**Work order:**
Retype the data below in full, keeping every character as it is.

*** Input ***

package check

import (
	"fmt"
	"math"
	"strings"

	"tapround/survey"
	"tapround/survey/correct"
	"tapround/survey/unit"
)

// workingRange says which gauges were read low on their scale, near its end or beyond
// it, once for each gauge. Only pressures are asked to be high enough: a meter at no
// flow and a gauge across no loss rightly stand at zero.
func workingRange(v *view) []survey.Alert {
	var out []survey.Alert
	for _, g := range v.s.Gauges {
		if g.Span() <= 0 {
			continue
		}
		var low, high, beyond readingsOf
		lowEnd := v.limits.pinned.value // of the span, per cent: its class error
		if g.Accuracy.OK {
			lowEnd = 100 * g.Accuracy.V
		}
		for _, r := range v.rounds {
			for _, h := range r.heads {
				if h.Gauge != g.Name {
					continue
				}
				for _, x := range h.Rows {
					part := 100 * (x.Value - g.Low) / g.Span()
					switch pressure := h.Quantity == survey.PiezometricHead || h.Quantity == survey.LocalTotalHead; {
					case part > 100 || part < -lowEnd:
						beyond.add(h, x, part)
					case part > v.limits.highScale.value:
						high.add(h, x, part)
					case pressure && part < v.limits.lowScale.value:
						low.add(h, x, part)
					}
				}
			}
		}
		if beyond.n > 0 {
			out = append(out, survey.Alert{Rule: "gauge beyond its scale", Subject: g.Name,
				Statement: fmt.Sprintf("Gauge %s was read beyond its scale %s.", g.Name, beyond.where()),
				Evidence:  beyond.parts(), Limit: "the ends of the scale, the low one less its class error (gauges.csv)",
				Action: "Read again with a gauge of fitting range, and check the zero of this one: a gauge that has been beyond its range may have shifted.",
				Stay:   true, Sources: beyond.sources})
		}
		if high.n > 0 {
			out = append(out, survey.Alert{Rule: "gauge near the end of its scale", Subject: g.Name,
				Statement: fmt.Sprintf("Gauge %s was read near the end of its scale %s.", g.Name, high.where()),
				Evidence:  high.parts(), Limit: v.limits.highScale.String(), Action: "Use a gauge of wider range there.", Sources: high.sources})
		}
		if low.n > 0 {
			out = append(out, survey.Alert{Rule: "gauge low on its scale", Subject: g.Name,
				Statement: fmt.Sprintf("Gauge %s was read low on its scale %s, where its class error weighs most.", g.Name, low.where()),
				Evidence:  low.parts(), Limit: v.limits.lowScale.String(), Action: "Use a gauge of smaller range there.", Sources: low.sources})
		}
	}
	return out
}

// readingsOf collects readings of one gauge with the part of its span they stand at, per cent.
type readingsOf struct {
	n         int
	taps      []string
	rounds    []string
	low, high float64
	sources   []survey.Source
}

func (x *readingsOf) add(h survey.Head, r survey.Reading, part float64) {
	if x.n == 0 {
		x.low, x.high = part, part
	}
	x.n++
	x.low, x.high = math.Min(x.low, part), math.Max(x.high, part)
	x.taps, x.rounds = appendNew(x.taps, h.Tap), appendNew(x.rounds, h.Round)
	x.sources = append(x.sources, r.Source)
}

func (x *readingsOf) where() string {
	return "at " + strings.Join(x.taps, ", ") + " in " + roundsNamed(x.rounds)
}

func (x *readingsOf) parts() string {
	a, b := percent(x.low), percent(x.high)
	if a == b {
		return fmt.Sprintf("%s at %s %% of the span", count(x.n, "reading"), a)
	}
	return fmt.Sprintf("%s at %s to %s %% of the span", count(x.n, "reading"), a, b)
}

func percent(part float64) string { return fmt.Sprintf("%.0f", part) }

// repeats says where repeats of one reading lie further apart than a steady flow and a
// steady hand explain.
func repeats(v *view) []survey.Alert {
	var out []survey.Alert
	for _, r := range v.rounds {
		for _, h := range r.heads {
			low, high := math.Inf(1), math.Inf(-1)
			var written []string
			for _, x := range h.Rows {
				low, high = math.Min(low, x.Value), math.Max(high, x.Value)
				written = append(written, x.Written+" "+x.Unit)
			}
			step := correct.Step(v.gauge(h))
			// Two steps apart is allowed, whatever the conversion did to the last digit.
			if len(h.Rows) < 2 || high-low <= v.limits.repeats.value*step*(1+1e-6) {
				continue
			}
			a := survey.Alert{Rule: "repeats disagree", Subject: h.Tap,
				Statement: fmt.Sprintf("Repeats at %s in round %s lie further apart than the gauge's steps allow: flow or level moved, or one was misread.", h.Tap, r.Name),
				Evidence:  strings.Join(written, ", "), Limit: v.limits.repeats.String(),
				Action: "Wait until the pointer is steady and read again; set aside what was misread with a remark that begins with an exclamation mark.",
				Stay:   true, Sources: h.Sources()}
			if step > 0 {
				a.Evidence += fmt.Sprintf("; %s steps apart", unit.Significant((high-low)/step, 2))
			}
			out = append(out, a)
		}
	}
	return out
}

func appendNew(list []string, x string) []string {
	for _, y := range list {
		if x == y {
			return list
		}
	}
	return append(list, x)
}

// roundsNamed gives "round A", "rounds A, B".
func roundsNamed(names []string) string {
	if len(names) == 1 {
		return "round " + names[0]
	}
	return "rounds " + strings.Join(names, ", ")
}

***

**Solution to this problem:**
package check

import (
	"fmt"
	"math"
	"strings"

	"tapround/survey"
	"tapround/survey/correct"
	"tapround/survey/unit"
)

// workingRange says which gauges were read low on their scale, near its end or beyond
// it, once for each gauge. Only pressures are asked to be high enough: a meter at no
// flow and a gauge across no loss rightly stand at zero.
func workingRange(v *view) []survey.Alert {
	var out []survey.Alert
	for _, g := range v.s.Gauges {
		if g.Span() <= 0 {
			continue
		}
		var low, high, beyond readingsOf
		lowEnd := v.limits.pinned.value // of the span, per cent: its class error
		if g.Accuracy.OK {
			lowEnd = 100 * g.Accuracy.V
		}
		for _, r := range v.rounds {
			for _, h := range r.heads {
				if h.Gauge != g.Name {
					continue
				}
				for _, x := range h.Rows {
					part := 100 * (x.Value - g.Low) / g.Span()
					switch pressure := h.Quantity == survey.PiezometricHead || h.Quantity == survey.LocalTotalHead; {
					case part > 100 || part < -lowEnd:
						beyond.add(h, x, part)
					case part > v.limits.highScale.value:
						high.add(h, x, part)
					case pressure && part < v.limits.lowScale.value:
						low.add(h, x, part)
					}
				}
			}
		}
		if beyond.n > 0 {
			out = append(out, survey.Alert{Rule: "gauge beyond its scale", Subject: g.Name,
				Statement: fmt.Sprintf("Gauge %s was read beyond its scale %s.", g.Name, beyond.where()),
				Evidence:  beyond.parts(), Limit: "the ends of the scale, the low one less its class error (gauges.csv)",
				Action: "Read again with a gauge of fitting range, and check the zero of this one: a gauge that has been beyond its range may have shifted.",
				Stay:   true, Sources: beyond.sources})
		}
		if high.n > 0 {
			out = append(out, survey.Alert{Rule: "gauge near the end of its scale", Subject: g.Name,
				Statement: fmt.Sprintf("Gauge %s was read near the end of its scale %s.", g.Name, high.where()),
				Evidence:  high.parts(), Limit: v.limits.highScale.String(), Action: "Use a gauge of wider range there.", Sources: high.sources})
		}
		if low.n > 0 {
			out = append(out, survey.Alert{Rule: "gauge low on its scale", Subject: g.Name,
				Statement: fmt.Sprintf("Gauge %s was read low on its scale %s, where its class error weighs most.", g.Name, low.where()),
				Evidence:  low.parts(), Limit: v.limits.lowScale.String(), Action: "Use a gauge of smaller range there.", Sources: low.sources})
		}
	}
	return out
}

// readingsOf collects readings of one gauge with the part of its span they stand at, per cent.
type readingsOf struct {
	n         int
	taps      []string
	rounds    []string
	low, high float64
	sources   []survey.Source
}

func (x *readingsOf) add(h survey.Head, r survey.Reading, part float64) {
	if x.n == 0 {
		x.low, x.high = part, part
	}
	x.n++
	x.low, x.high = math.Min(x.low, part), math.Max(x.high, part)
	x.taps, x.rounds = appendNew(x.taps, h.Tap), appendNew(x.rounds, h.Round)
	x.sources = append(x.sources, r.Source)
}

func (x *readingsOf) where() string {
	return "at " + strings.Join(x.taps, ", ") + " in " + roundsNamed(x.rounds)
}

func (x *readingsOf) parts() string {
	a, b := percent(x.low), percent(x.high)
	if a == b {
		return fmt.Sprintf("%s at %s %% of the span", count(x.n, "reading"), a)
	}
	return fmt.Sprintf("%s at %s to %s %% of the span", count(x.n, "reading"), a, b)
}

func percent(part float64) string { return fmt.Sprintf("%.0f", part) }

// repeats says where repeats of one reading lie further apart than a steady flow and a
// steady hand explain.
func repeats(v *view) []survey.Alert {
	var out []survey.Alert
	for _, r := range v.rounds {
		for _, h := range r.heads {
			low, high := math.Inf(1), math.Inf(-1)
			var written []string
			for _, x := range h.Rows {
				low, high = math.Min(low, x.Value), math.Max(high, x.Value)
				written = append(written, x.Written+" "+x.Unit)
			}
			step := correct.Step(v.gauge(h))
			// Two steps apart is allowed, whatever the conversion did to the last digit.
			if len(h.Rows) < 2 || high-low <= v.limits.repeats.value*step*(1+1e-6) {
				continue
			}
			a := survey.Alert{Rule: "repeats disagree", Subject: h.Tap,
				Statement: fmt.Sprintf("Repeats at %s in round %s lie further apart than the gauge's steps allow: flow or level moved, or one was misread.", h.Tap, r.Name),
				Evidence:  strings.Join(written, ", "), Limit: v.limits.repeats.String(),
				Action: "Wait until the pointer is steady and read again; set aside what was misread with a remark that begins with an exclamation mark.",
				Stay:   true, Sources: h.Sources()}
			if step > 0 {
				a.Evidence += fmt.Sprintf("; %s steps apart", unit.Significant((high-low)/step, 2))
			}
			out = append(out, a)
		}
	}
	return out
}

func appendNew(list []string, x string) []string {
	for _, y := range list {
		if x == y {
			return list
		}
	}
	return append(list, x)
}

// roundsNamed gives "round A", "rounds A, B".
func roundsNamed(names []string) string {
	if len(names) == 1 {
		return "round " + names[0]
	}
	return "rounds " + strings.Join(names, ", ")
}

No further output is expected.